Jakarta | Realitas – Konten fitnah maupun hoax atau bohong lahir dari pikiran pendek. Tim sukses hanya memenangkan kandidatnya tanpa memikirkan kepentingan nasional.
Karenanya mari jaga rapat redaksi tim media sosial dari godaan setan yang terkutuk,” kata pengamat media sosial dari Komunikonten (Institut Media Sosial dan Diplomasi), Hariqo Wibawa Satria dalam diskusi bertajuk ‘Peran Jurnalis dan Warganet Mencegah Kampanye Hitam dan Politisasi SARA di Pilkada Serentak 2018 guna Menjaga Persatuan NKRI’ di di kantor Trenzing, Jalan Guntur No. 9, Kota Bogor, kemarin.
Hadir pula sebagai pembicara yakni Gebril Daulay (tenaga ahli KPU RI), Yophiandi Kurniawan (praktisi media), dan Ridwan Budiman (pegiat literasi media).
Hariqo juga mengimbau agar setiap konten yang diproduksi oleh tim sukses diberikan identitas atau kode tertentu, sehingga masyarakat dapat menilai, media sosial mana yang paling inovatif dan kreatif dalam mengkampanyekan kandidatnya di Pilkada serentak 2018.
Para kandidat harus sadar bahwa konten fitnah, hoax yang dilakukan tim medianya tidak akan memenangkan dirinya.
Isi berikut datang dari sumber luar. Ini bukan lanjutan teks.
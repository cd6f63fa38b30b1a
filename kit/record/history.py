"""The revision history of a design folder (the folder ``rotorbook new`` makes).

The folder holds its design file (``DIR/<design>.toml``, the one its workbooks read) and, in
``DIR/revisions/``, a copy of every revision in order: ``01-<revision>.toml``,
``02-<revision>.toml``, ... with the JSON of each one's analysis beside it
(``NN-<revision>.analysis.json``, reused while the design file's SHA-256 matches). Adding a
revision copies the new file in as the next number and makes it the folder's design file; the
folder's ``compare_revisions`` workbook is pointed at the revision before it.

:func:`write_history` then writes ``DIR/revisions/index.html``: the revisions in order with
each one's verdict, and a comparison record (:mod:`kit.record.compare_page`) between every
two consecutive revisions, linked from the index.
"""

from __future__ import annotations

import html
import json
import re
import shutil
import warnings
from dataclasses import dataclass, field
from pathlib import Path

import kit
from kit.errors import DesignWarning, RecordError
from kit.fileio import write_atomic
from kit.record.render import cautions_section, html_page, sheet_header, utc_date

REVISIONS = "revisions"
_NUMBERED = re.compile(r"^(\d{2,})-.*\.toml$")

e = html.escape


@dataclass(frozen=True)
class HistoryEntry:
    """One revision of the folder: its number, file, design and analysis JSON."""

    number: int
    path: Path
    design: object
    analysis: dict

    @property
    def verdict(self) -> str:
        from kit.compare import Revision

        return Revision(str(self.path), self.design.sha256, "design", self.analysis,
                        self.design).verdict


@dataclass(frozen=True)
class HistoryResult:
    """What :func:`write_history` wrote."""

    index_path: Path
    entries: tuple[HistoryEntry, ...]
    comparisons: tuple[tuple[Path, str], ...] = ()
    messages: tuple[str, ...] = field(default=())

    def lines(self) -> list[str]:
        out = list(self.messages)
        for en in self.entries:
            out.append(f"revision {en.number:02d} ({en.design.revision}): {en.verdict}  "
                       f"{en.path.name}")
        for page, verdict in self.comparisons:
            out.append(f"  {page.name}: {verdict}")
        out.append(f"history: {self.index_path}")
        return out


def _safe(text: str) -> str:
    return re.sub(r"[^A-Za-z0-9.-]+", "_", text).strip("_")[:40] or "rev"


def _load(path: Path):
    from kit.design import load

    with warnings.catch_warnings():
        warnings.simplefilter("ignore", DesignWarning)
        return load(path)


def folder_design(folder: Path) -> Path:
    """The folder's own design file: the one ``*.toml`` at its top level."""
    found = sorted(folder.glob("*.toml"))
    if not folder.is_dir() or len(found) != 1:
        raise RecordError(f"{folder}: not a design folder (expected exactly one design .toml at "
                          "its top; make one with `rotorbook new DIR --from DESIGN`)")
    return found[0]


def revision_files(folder: Path) -> list[tuple[int, Path]]:
    """The numbered revision files of a folder, in order."""
    rdir = Path(folder) / REVISIONS
    out = []
    for p in rdir.glob("*.toml") if rdir.is_dir() else []:
        m = _NUMBERED.match(p.name)
        if m:
            out.append((int(m.group(1)), p))
    return sorted(out)


def point_compare_workbook(folder: Path, previous: Path) -> bool:
    """Set ``PREVIOUS_PATH`` of the folder's ``compare_revisions.ipynb`` (when it has one) to
    ``previous``, relative to the folder; its stored outputs of that cell are cleared."""
    import nbformat

    from kit.record import execute as _ex

    path = folder / "compare_revisions.ipynb"
    if not path.is_file():
        return False
    nb = nbformat.read(path, as_version=4)
    cell = nb.cells[_ex.parameters_index(nb)]
    rel = previous.relative_to(folder).as_posix()
    line = f"PREVIOUS_PATH = {json.dumps(rel)}"
    src, n = re.subn(r"(?m)^PREVIOUS_PATH\s*=.*$", lambda _m: line, cell.source)
    if not n:
        return False
    cell.source = src
    if cell.cell_type == "code":
        cell.outputs = []
        cell.execution_count = None
    write_atomic(path, nbformat.writes(nb) + "\n")
    return True


def seed(folder: str | Path) -> Path | None:
    """Start the history of a folder with its design file as revision 01 (once)."""
    folder = Path(folder)
    if revision_files(folder):
        return None
    design_file = folder_design(folder)
    d = _load(design_file)
    target = folder / REVISIONS / f"01-{_safe(d.revision)}.toml"
    target.parent.mkdir(parents=True, exist_ok=True)
    shutil.copy2(design_file, target)
    point_compare_workbook(folder, target)
    return target


def add_revision(folder: str | Path, design_path: str | Path, force: bool = False) -> str:
    """Copy a design file in as the folder's next revision and make it the folder's design.

    Parameters
    ----------
    folder : str or Path
        A folder made by ``rotorbook new``.
    design_path : str or Path
        The new revision's design file (validated first).
    force : bool
        Accept a design whose name differs from the folder's.

    Returns
    -------
    str
        A line saying what was done.
    """
    folder = Path(folder)
    src = Path(design_path)
    d = _load(src)  # DesignError for an invalid file
    seed(folder)
    current = folder_design(folder)
    known = revision_files(folder)
    last_no, last = known[-1]
    last_d = _load(last)
    if d.sha256 == last_d.sha256:
        return f"{src}: same file as revision {last_no:02d}, not added"
    if d.name != last_d.name and not force:
        raise RecordError(f"{src}: design name {d.name!r} differs from the folder's "
                          f"{last_d.name!r} -> add a revision of the same design, or --force")
    target = folder / REVISIONS / f"{last_no + 1:02d}-{_safe(d.revision)}.toml"
    shutil.copyfile(src, target)
    if src.resolve() != current.resolve():
        shutil.copyfile(src, current)
    point_compare_workbook(folder, last)
    return f"{src}: added as revision {last_no + 1:02d}"


def _cache_matches(data, design) -> bool:
    """Whether a cached analysis is this file's, by this kit, and readable as a whole (a
    cache that is not is computed again)."""
    from kit.compare import analysis_problems

    return (isinstance(data, dict) and isinstance(data.get("design"), dict)
            and data["design"].get("sha256") == design.sha256
            and data.get("kit_version") == kit.__version__
            and isinstance(data.get("checks"), list) and isinstance(data.get("cases"), list)
            and not analysis_problems(data))


def _analysis(path: Path, design) -> dict:
    """The revision's analysis JSON, from its cache file while the SHA-256 matches."""
    cache = path.with_name(path.stem + ".analysis.json")
    if cache.exists():
        try:
            data = json.loads(cache.read_text(encoding="utf-8"))
            if _cache_matches(data, design):
                return data
        except (OSError, ValueError):  # unreadable or not JSON: computed again below
            pass
    from kit.analysis.report import analyze

    data = analyze(design).to_dict()
    write_atomic(cache, json.dumps(data, indent=1) + "\n")
    return data


def write_history(folder: str | Path, add=(), force: bool = False,
                  date: str | None = None) -> HistoryResult:
    """Add revisions (optional), then write the history index and consecutive comparisons.

    Parameters
    ----------
    folder : str or Path
        A folder made by ``rotorbook new``.
    add : sequence of str or Path
        Design files to add, in order, as the next revisions.
    force : bool
        Accept designs whose name differs from the folder's.
    date : str or None
        ISO date shown on the pages (default: today, UTC).
    """
    from kit.compare import compare, revision_from_design
    from kit.record.compare_page import write_comparison

    folder = Path(folder)
    folder_design(folder)
    messages = [add_revision(folder, p, force=force) for p in add]
    seed(folder)
    date = utc_date() if date is None else date
    entries = []
    for number, path in revision_files(folder):
        d = _load(path)
        entries.append(HistoryEntry(number, path, d, _analysis(path, d)))
    comparisons = []
    revs = [revision_from_design(en.design, en.analysis, source=str(en.path))
            for en in entries]
    for k in range(1, len(entries)):
        cmp = compare(revs[k - 1], revs[k])
        page = folder / REVISIONS / (f"compare_{entries[k - 1].number:02d}_to_"
                                     f"{entries[k].number:02d}.html")
        write_comparison(cmp, page, force=True, date=date)
        comparisons.append((page, cmp.verdict_text()))
    index = folder / REVISIONS / "index.html"
    write_atomic(index, render_history(entries, comparisons, date))
    return HistoryResult(index, tuple(entries), tuple(comparisons), tuple(messages))


def render_history(entries, comparisons, date: str) -> str:
    """``revisions/index.html``: every revision in order, its verdict and the comparisons."""
    rows = []
    for k, en in enumerate(entries):
        checks = [c for c in en.analysis.get("checks") or [] if isinstance(c, dict)]
        passed = sum(c.get("passed") is True for c in checks)
        verdict = en.verdict
        vcls = "rb-pass" if verdict == "PASS" else "rb-fail"
        link = "\u2013"
        if k > 0:
            page, text = comparisons[k - 1]
            link = f'<a href="{e(page.name)}">from revision {entries[k - 1].number:02d}</a>: ' \
                   f"{e(text)}"
        rows.append(f"<tr><td>{en.number:02d}</td><td>{e(en.design.revision)}</td>"
                    f'<td><a href="{e(en.path.name)}">{e(en.path.name)}</a></td>'
                    f'<td class="rb-mono">{e(en.design.sha256[:16])}</td>'
                    f'<td><span class="{vcls}">{e(verdict)}</span> ({passed} of {len(checks)} '
                    f"checks met)</td><td>{link}</td></tr>")
    name = entries[-1].design.name if entries else ""
    head = sheet_header("Rotorbook revision history", e(name),
                        [("Revisions", str(len(entries))),
                         ("Latest", e(entries[-1].design.revision) if entries else ""),
                         ("Kit", f"rotorbook {e(kit.__version__)}"), ("Date (UTC)", e(date))])
    return html_page(f"Revisions \u2014 {name}", f"""{head}
<table class="rb-checks">
<thead><tr><th>#</th><th>Revision</th><th>Design file</th><th>SHA-256 (first 16)</th>
<th>Verdict</th><th>Comparison with the one before</th></tr></thead>
<tbody>
{"".join(rows)}
</tbody>
</table>
{cautions_section()}""")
Kampanye hitam bukan saja mendekatkan pelakunya ke neraka, tapi juga bisa berujung penjara,” ujar Hariqo.
Hariqo menambahkan, ada 17 provinsi, 39 kota, dan 115 kabupaten yang akan melaksanakan Pilkada Serentak tahun ini. Semua kandidat tentunya memiliki tim media. Karena jangan sampai ada konten yang merusak keutuhan NKRI.
“Setiap tim media sosial kandidat dalam Pilkada Serentak 2018 harus berkompetisi memenangkan kandidatnya, itu pasti. Namun tim media sosial kandidat juga harus berkolaborasi menjaga keutuhan NKRI dengan melawan kampanye hitam dan politisasi SARA, tidak hanya saat Pilkada namun sampai kapanpun,” tegasnya.
“Pilkada serentak lebih dari sekadar ujian berdemokrasi, namun juga ujian dalam berbangsa dan bernegara,” tambah Hariqo yang juga sebagai Direktur Eksekutif komunikonten ini.
Sementara itu, Yophiandi mengatakan, pembuat konten media sosial saat ini banyak yang kreatif. Karenanya optimalkan potensi positif dan kreatif anak muda, bukan dengan menjerumuskan mereka dengan melakukan kampanye hitam.
“Setidaknya ada tiga karakteristik orang Indonesia terkait media dan informasi. Pertama, kurang mencerna informasi. Kedua, kurang berpendidikan tapi cepat menelan informasi. Ketiga, berpendidikan namun kurang mencerna informasi,” paparnya.
Ridwan menyebutkan, pemilih pemula pada Pilkada serentak 2018 nanti kurang lebih 10,6 juta dari total 160 juta DPT secara keseluruhan di 171 daerah yang menyelenggarakan. Mereka punya kemungkinan besar menjadi korban hoax. Terlebih, jika konten hoax tersebut disebarkan oleh orang terdekatnya, baik itu orangtua, kakak, adik, teman, bahkan pacarnya.
“10,6 juta itu adalah generasi masa depan Indonesia, konten-konten yang diproduksi saat Pilkada Serentak 2018 harus mampu membuat mereka terdidik dan bangga jadi orang Indonesia,” tegas Ridwan.(Rostani).